U.S. crude oil production rose to 13.15 million barrels per day in February from 12.58 million barrels per day in January, the largest monthly increase since October 2021, the Energy Information Administration said. Meanwhile, exports rose to 4.66 million barrels per day from 4.05 million barrels per day in the same period.
U.S. crude inventories rose by 4.91 million barrels in the week ended April 26, according to market sources citing figures from the American Petroleum Institute on Tuesday. Stocks were expected to fall by about 1.1 million barrels last week, a wide-ranging Reuters poll showed on Tuesday. Official data from the EIA will be released on Wednesday morning.
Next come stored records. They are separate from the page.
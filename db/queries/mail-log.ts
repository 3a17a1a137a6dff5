import "server-only";
import { eq } from "drizzle-orm";
import { db, schema } from "@/db";
import { sendMail } from "@/server/mail";

/** Sends a mail and writes it to the e-mail log; with a dedupe key, a second send is skipped. */
export async function sendLoggedMail(mail: {
  anthologyId?: number | null;
  pieceId?: number | null;
  kind: string;
  to: string;
  subject: string;
  text: string;
  html?: string;
  dedupeKey?: string;
}): Promise<{ sent: boolean }> {
  if (mail.dedupeKey) {
    const [already] = await db
      .select({ id: schema.emailLog.id })
      .from(schema.emailLog)
      .where(eq(schema.emailLog.dedupeKey, mail.dedupeKey))
      .limit(1);
    if (already) return { sent: false };
  }
  let error: string | null = null;
  try {
    await sendMail({ to: mail.to, subject: mail.subject, text: mail.text, html: mail.html });
  } catch (e) {
    error = e instanceof Error ? e.message : String(e);
  }
  await db.insert(schema.emailLog).values({
    anthologyId: mail.anthologyId ?? null,
    pieceId: mail.pieceId ?? null,
    toEmail: mail.to,
    subject: mail.subject,
    kind: mail.kind,
    dedupeKey: error ? null : (mail.dedupeKey ?? null),
    error,
    sentAt: error ? null : new Date(),
  });
  return { sent: error === null };
}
Gasoline inventories fell by 1.483 million barrels, and distillates fell by 2.187 million barrels.
Expectations that a ceasefire deal between Israel and Hamas could be in sight have grown in recent days following a renewed effort led by Egypt to revive stalled negotiations between the two.
However, Israeli Prime Minister Benjamin Netanyahu vowed Tuesday to press ahead with a long-promised attack on the southern Gaza city of Rafah.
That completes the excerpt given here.